After successfully helping to establish a no-fishing zone around Clipperton following the first Big Migrations expedition in 2016, Big Migrations II leaders Michel and Julie collected a team with a wide range of goals for the sequel mission. Spanning reef surveys, debris studies, ROV exploration, shark tagging, and more, there were a lot of moving parts. Experienced divers and avid adventurers, Michel and Julie’s company, N2Pix, is based in Quebec, Canada and they are both fellows of the famed Explorers Club. They hope that the reports from Big Migrations II will inform the creation of a larger protected area around Clipperton, eventually paving the way for a protected migration corridor from Baja to Chile.
At Clipperton
By mid-morning on May 3rd, with an escort of boobies, frigates, and dolphins accompanying us on calm seas, we began to see palm trees breaking the flat contrast of the horizon. As if from nothing, we came upon the thin topography of Clipperton. We dropped anchor off the southeast coast, facing the only visible rock formation on the island, the aptly named Clipperton Rock. The dive skiffs were unloaded as the group eagerly loitered on the dive deck. We had come many miles and it was time to dive.
Oris had kindly supplied me a snug 5mm wetsuit, which was more than capable of keeping up with the 30 °C (86 °F) waters surrounding Clipperton.

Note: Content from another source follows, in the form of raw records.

package stats

// This file holds the comparison of the straight lines fitted within
// groups: are the slopes equal, does one line serve all groups, and the
// pooled within-group correlation.

import "math"

// GroupLines is the outcome of CompareGroupLines.
type GroupLines struct {
	Groups int // groups compared (each with at least 3 rows and x not constant)
	N      int // rows in those groups

	// SlopesF is the F test that the groups' slopes are equal, the
	// group × x interaction: lines with a common slope (one intercept per
	// group) against a line per group, on (Groups − 1, N − 2·Groups) df.
	SlopesF, SlopesP float64
	SlopesDF1, DF2   int
	// LinesF is the F test that one line serves all groups: the single
	// line against a line per group, on (2·Groups − 2, N − 2·Groups) df.
	LinesF, LinesP float64
	LinesDF1       int
	// RWithin is the pooled within-group correlation Σ Sxy_g /
	// √(Σ Sxx_g · Σ Syy_g), the correlation of x and y after each is
	// centred on its group mean; RWithinP its two-sided p on N − Groups − 1
	// df (the t of x's coefficient in the model with one intercept per
	// group and a common slope).
	RWithin, RWithinP float64
	RWithinDF         int
}

// CompareGroupLines compares the least-squares lines of y on x within the
// groups named by group (any integer label per row). Groups with fewer
// than 3 rows or a constant x are left out. With RSS_sep = Σ_g (Syy_g −
// Sxy_g²/Sxx_g) (a line per group), RSS_par = Σ Syy_g − (Σ Sxy_g)²/Σ Sxx_g
// (a common slope) and RSS_one the single line's, both tests divide by
// RSS_sep/(N − 2G) (the analysis of covariance; e.g. Weisberg, Applied
// Linear Regression, 4th ed. 2014, §5.1, from memory). They equal the
// "x:C(g)" row of statsmodels' anova_lm(ols("y ~ x * C(g)")) and
// anova_lm(ols("y ~ x"), ols("y ~ x * C(g)")). Sums are taken about each
// group's means (two passes); the single line's sums about the means of
// the groups compared are the groups' sums plus their means' spread
// (n_g·(x̄_g − x̄)², the parallel-axis rule), and RSS_one is summed from its
// residuals in a third pass. It keeps no column: O(groups) memory. Everything is NaN (Groups < 2) when fewer
// than two groups qualify or no residual df is left; x, y and group must
// have equal length (it panics otherwise).
func CompareGroupLines[L int | int32](x, y []float64, group []L) GroupLines {
	if len(x) != len(y) || len(x) != len(group) {
		panic("stats: CompareGroupLines: x, y and group lengths differ")
	}
	nan := math.NaN()
	out := GroupLines{SlopesF: nan, SlopesP: nan, LinesF: nan, LinesP: nan, RWithin: nan, RWithinP: nan}
	// Each label's slot: labels in a range no longer than the rows index
	// a slice, others go through a map.
	slot := groupSlots(group)
	type sums struct {
		n             int
		sx, sy        float64 // pass 1
		mx, my        float64
		gxx, gyy, gxy float64 // pass 2, about the group's means
		used          bool
	}
	var gs []sums
	for i, g := range group {
		k := slot(g)
		if k == len(gs) {
			gs = append(gs, sums{})
		}
		gs[k].n++
		gs[k].sx += x[i]
		gs[k].sy += y[i]
	}
	for k := range gs {
		gs[k].mx, gs[k].my = gs[k].sx/float64(gs[k].n), gs[k].sy/float64(gs[k].n)
	}
	for i, g := range group {
		s := &gs[slot(g)]
		dx, dy := x[i]-s.mx, y[i]-s.my
		s.gxx += dx * dx
		s.gyy += dy * dy
		s.gxy += dx * dy
	}
	var sxx, syy, sxy, rssSep, mx1, my1 float64
	for k := range gs {
		s := &gs[k]
		if s.n < 3 || !(s.gxx > 0) {
			continue
		}
		s.used = true
		out.Groups++
		out.N += s.n
		sxx, syy, sxy = sxx+s.gxx, syy+s.gyy, sxy+s.gxy
		rssSep += math.Max(0, s.gyy-s.gxy*s.gxy/s.gxx)
		mx1 += s.sx
		my1 += s.sy
	}
	G, n := out.Groups, out.N
	out.DF2 = n - 2*G
	out.SlopesDF1, out.LinesDF1 = G-1, 2*G-2
	out.RWithinDF = n - G - 1
	if G < 2 || out.DF2 < 1 {
		return out
	}
	rssPar := math.Max(rssSep, syy-sxy*sxy/sxx)
	// The single line through the rows of the groups compared.
	mx1, my1 = mx1/float64(n), my1/float64(n)
	var txx, txy float64
	for _, s := range gs {
		if s.used {
			dx, dy := s.mx-mx1, s.my-my1
			txx += s.gxx + float64(s.n)*dx*dx
			txy += s.gxy + float64(s.n)*dx*dy
		}
	}
	b1 := txy / txx
	var rssOne float64
	for i, g := range group {
		if gs[slot(g)].used {
			e := y[i] - my1 - b1*(x[i]-mx1)
			rssOne += e * e
		}
	}
	rssOne = math.Max(rssSep, rssOne)
	ms := rssSep / float64(out.DF2)
	if ms > 0 {
		out.SlopesF = (rssPar - rssSep) / float64(out.SlopesDF1) / ms
		out.SlopesP = UpperF(out.SlopesF, float64(out.SlopesDF1), float64(out.DF2))
		out.LinesF = (rssOne - rssSep) / float64(out.LinesDF1) / ms
		out.LinesP = UpperF(out.LinesF, float64(out.LinesDF1), float64(out.DF2))
	}
	if syy > 0 {
		r := sxy / math.Sqrt(sxx*syy)
		out.RWithin = r
		if out.RWithinDF > 0 && math.Abs(r) < 1 {
			out.RWithinP = TwoSidedT(r*math.Sqrt(float64(out.RWithinDF))/math.Sqrt(1-r*r), float64(out.RWithinDF))
		}
	}
	return out
}

// groupSlots returns a function giving each label of group its slot: 0 for
// the first label met, 1 for the next new one, and so on. It must be called
// on the rows in order the first time (a new label gets the next slot);
// after that any label seen before may be asked. Labels within a range no
// longer than the rows (the codes 0…L−1 callers pass) go through a slice,
// others through a map.
func groupSlots[G int | int32](group []G) func(G) int {
	if len(group) == 0 {
		return func(G) int { return 0 }
	}
	lo, hi := group[0], group[0]
	for _, g := range group {
		lo, hi = min(lo, g), max(hi, g)
	}
	next := 0
	if uint(int(hi)-int(lo)) < uint(len(group)) {
		at := make([]int32, int(hi)-int(lo)+1)
		for i := range at {
			at[i] = -1
		}
		return func(g G) int {
			k := &at[g-lo]
			if *k < 0 {
				*k = int32(next)
				next++
			}
			return int(*k)
		}
	}
	at := map[G]int{}
	return func(g G) int {
		k, ok := at[g]
		if !ok {
			k = next
			at[g] = k
			next++
		}
		return k
	}
}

Given the considerable remoteness of Clipperton, this was no location to test one’s limits as a diver. Medical support was limited to a well-stocked first-aid cabinet and a scientist who had practice suturing sharks. There was no hyperbaric chamber, no possibility of air rescue, no room for any major error. So, with the boat motto quickly becoming “we have a no accident policy” we would dive easy, cool, like The Fonz in an Oris-branded wetsuit.
And dive we did. The water is warm, with visibility often exceeding 15 meters (50 feet) in a topography that transitions from a wall, to a sloping rise, to the coral shallows leading to shore. While biodiversity on Clipperton is limited, biomass is impressive, with large populations of more than one hundred identified species of fish and wildlife. All of my dives on Clipperton were spent on vast fields of complicated hard corals, surrounded by an array of small fish, territorial moray eels, and an ever-present cast of jacks and curious blue trevallies.
On occasion, we were treated to the occasional small Galapagos or Silvertip shark, lovely Golden Puffers, and during one dive I found myself in an expansive tornado of countless black triggerfish. But for all of Clipperton’s life, the reef showed considerable evidence of fishing. From markers and buoys and abandoned nets, to a nearly unbelievable amount of entangled and often overgrown long line, Clipperton’s remote location makes it an ideal spot for illegal fishing. In total, divers on the expedition would collect more than three kilometers of long line in just a handful of days diving around the atoll.